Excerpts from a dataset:
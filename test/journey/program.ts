import { spawn, type ChildProcess } from 'node:child_process';
import { once } from 'node:events';
import { mkdtemp, rm } from 'node:fs/promises';
import { tmpdir } from 'node:os';
import { join } from 'node:path';
import { createInterface } from 'node:readline';
import { fileURLToPath } from 'node:url';

const HOST = fileURLToPath(new URL('../../dist/main/browser-host.js', import.meta.url));

/** The browser host as `npm start` runs it, with folders of its own. */
export class Program {
  readonly #home: string;
  #child: ChildProcess | null = null;

  private constructor(home: string) {
    this.#home = home;
  }

  static async inNewHome(): Promise<Program> {
    return new Program(await mkdtemp(join(tmpdir(), 'normloom-journey-')));
  }

  /** Where projects are saved and booklets pressed. */
  get projects(): string {
    return join(this.#home, 'projects');
  }

  get home(): string {
    return this.#home;
  }

  /** Starts the host, after a kill once more, and gives the address to open. */
  async start(): Promise<string> {
    const child = spawn(process.execPath, [HOST, '--no-window'], {
      stdio: ['ignore', 'pipe', 'inherit'],
      env: { ...process.env, NORMLOOM_DATA: join(this.#home, 'data'), NORMLOOM_FOLDER: this.projects },
    });
    this.#child = child;
    const said: readonly unknown[] = await once(createInterface(child.stdout), 'line');
    const line = String(said[0]);
    const address = /http:\/\/\S+/.exec(line)?.[0];
    if (address === undefined) throw new Error(`the host said: ${line}`);
    return address;
  }

  /** As when the machine loses power: no warning, no tidying. */
  async kill(): Promise<void> {
    await this.#stop('SIGKILL');
  }

  async end(): Promise<void> {
    await this.#stop('SIGTERM');
    await rm(this.#home, { recursive: true, force: true });
  }

  async #stop(signal: NodeJS.Signals): Promise<void> {
    const child = this.#child;
    this.#child = null;
    if (child === null || child.exitCode !== null) return;
    const gone = once(child, 'exit');
    child.kill(signal);
    await gone;
  }
}
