import { existsSync, readdirSync, readFileSync } from 'node:fs';
import { join } from 'node:path';
import { expect, test, type Page } from 'playwright/test';
import { expectAccessible, goTo } from './page-checks.ts';
import { Program } from './program.ts';

let program: Program;

test.beforeEach(async () => {
  program = await Program.inNewHome();
});

test.afterEach(async () => {
  await program.end();
});

/** An export with a byte order mark, semicolons, decimal commas, Windows line ends and one of each defect. */
const DIRTY = `\uFEFFCode;Klasse;Rohwert;Gewicht\r\n${[
  ...Array.from(
    { length: 60 },
    (_, index) =>
      `${String(index + 1).padStart(3, '0')};${index % 2 === 0 ? '07' : '08'};${index % 21};1,${(index % 5) * 2}5`,
  ),
  '001;07;3;1,05',
  '101;07;99;1,05',
  '102;07;;1,05',
  '103;08;krank;1,05',
  '104;08;7,5;1,05',
  '105;08;8',
  '',
  '106;08;31;1,05',
  '107;;9;1,05',
  '108;07;9;-1',
].join('\r\n')}\r\n`;

async function bring(page: Page, name: string, text: string): Promise<void> {
  await page.locator('input[type="file"]').setInputFiles({ name, mimeType: 'text/csv', buffer: Buffer.from(text) });
}

async function flowLine(page: Page, rule: string): Promise<string> {
  return page.getByRole('row', { name: new RegExp(`left out: ${rule}`) }).innerText();
}

test('a dirty file: every defect is found at its row, and undo and redo reach every choice', async ({ page }) => {
  await page.goto(await program.start());
  await page.getByRole('button', { name: 'New norm project' }).click();
  await bring(page, 'erhebung.csv', DIRTY);
  await expect(page.getByText('Give one column the role “raw score”')).toBeVisible();
  await expect(page.getByLabel('separator')).toHaveValue(';');
  await expect(page.getByLabel('decimal mark')).toHaveValue(',');

  for (const [column, role] of [
    ['Code', 'id'],
    ['Klasse', 'group'],
    ['Rohwert', 'score'],
    ['Gewicht', 'weight'],
  ] as const) {
    await page.getByLabel(`Role of the column ${column}`).selectOption(role);
  }
  await page.locator('[data-choice="missing"]').click();
  await page.getByRole('textbox', { name: 'Codes that stand for a missing score' }).fill('99');
  await page.getByRole('button', { name: 'Use these codes' }).click();
  await page.locator('[data-choice="scale"]').click();
  await page.getByRole('textbox', { name: 'Lowest score' }).fill('0');
  await page.getByRole('textbox', { name: 'Highest score' }).fill('20');
  await page.getByRole('textbox', { name: 'Step' }).fill('1');
  await page.getByRole('button', { name: 'Use this scale' }).click();

  await expect(page.getByText('70 − 10 = 60')).toBeVisible();
  for (const [rule, row] of [
    ['an identifier met before', 62],
    ['a code for a missing score', 63],
    ['no score', 64],
    ['a score that is not a number', 65],
    ['a score between two steps', 66],
    ['more or fewer cells', 67],
    ['nothing in the row', 68],
    ['a score above the scale', 69],
    ['no value in a grouping column', 70],
    ['a weight that is not a number', 71],
  ] as const) {
    expect(await flowLine(page, rule)).toMatch(new RegExp(`− 1\\s+row ${row}$`));
  }
  await expectAccessible(page);

  await page.getByLabel('Rows with no value in a grouping column').selectOption('keep');
  await expect(page.getByText('70 − 9 = 61')).toBeVisible();
  await page.getByRole('button', { name: 'Undo' }).click();
  await expect(page.getByText('70 − 10 = 60')).toBeVisible();
  await page.getByRole('button', { name: 'Redo' }).click();
  await expect(page.getByText('70 − 9 = 61')).toBeVisible();
  await page.getByRole('button', { name: 'Undo' }).click();

  await goTo(page, 'Groups');
  await expect(page.getByRole('textbox', { name: 'Title of Klasse 07' })).toBeVisible();
  await page.getByRole('button', { name: 'Save' }).click();
  await expect(page.getByText(/^Saved \d\d:\d\d$/)).toBeVisible();
  const [file] = readdirSync(program.projects).filter((name) => name.endsWith('.normloom'));
  const saved = JSON.parse(readFileSync(join(program.projects, file ?? ''), 'utf8')) as {
    readonly source: { readonly 'rows-read': number; readonly 'rows-kept': number };
  };
  expect([saved.source['rows-read'], saved.source['rows-kept']]).toEqual([70, 60]);
});

test('work that was not saved is offered again after the program was killed', async ({ page }) => {
  await page.goto(await program.start());
  await page.getByRole('button', { name: 'New norm project' }).click();
  await page.getByRole('textbox', { name: 'Name of the survey or test' }).fill('Spelling, spring');
  await page.getByRole('button', { name: 'Type or paste counts' }).click();
  await page
    .getByRole('textbox', { name: 'Counts, one score and its count a line' })
    .fill('0 3\n1 9\n2 14\n3 8\n4 two');
  await page.getByRole('button', { name: 'Take these counts' }).click();
  await expect(page.getByText(/^Line 5: /)).toBeVisible();
  await page.getByRole('textbox', { name: 'Counts, one score and its count a line' }).fill('0 3\n1 9\n2 14\n3 8\n4 2');
  await page.getByRole('button', { name: 'Take these counts' }).click();
  await expect(page.getByText('nothing left out')).toBeVisible();
  await goTo(page, 'Curve');
  await page.getByRole('button', { name: /below, plus half/ }).click();
  await page.getByRole('radio', { name: /at the same score or below/ }).click();
  await expect(page.getByText(/^Draft kept \d\d:\d\d$/)).toBeVisible();

  await program.kill();
  await page.goto(await program.start());
  await expect(page.getByRole('heading', { name: 'Not saved when the program ended' })).toBeVisible();
  await page.getByRole('button', { name: 'Spelling, spring', exact: true }).click();
  await goTo(page, 'Curve');
  await expect(page.getByRole('button', { name: 'at the same score or below' })).toBeVisible();
  await goTo(page, 'Table');
  // 3 + 9 of 36 stand at 1 or below.
  await expect(page.getByRole('button', { name: 'percentile rank 33, raw score 1' })).toBeVisible();
  expect(existsSync(join(program.projects))).toBe(false);
});

test('a file that is no cohort is refused in a sentence, and nothing is lost', async ({ page }) => {
  await page.goto(await program.start());
  await page.getByRole('button', { name: 'New norm project' }).click();
  await bring(page, 'report.pdf', '%PDF-1.7 and so on');
  await expect(page.getByRole('alert')).toContainText(/csv|xlsx/);
  await page.getByRole('button', { name: 'Close' }).click();
  await expect(page.getByText('Bring the raw scores of the cohort.')).toBeVisible();
});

■ About this exercise:
Lines with the word "void": how many appear in the data? State only the number.

■ Answer area:
4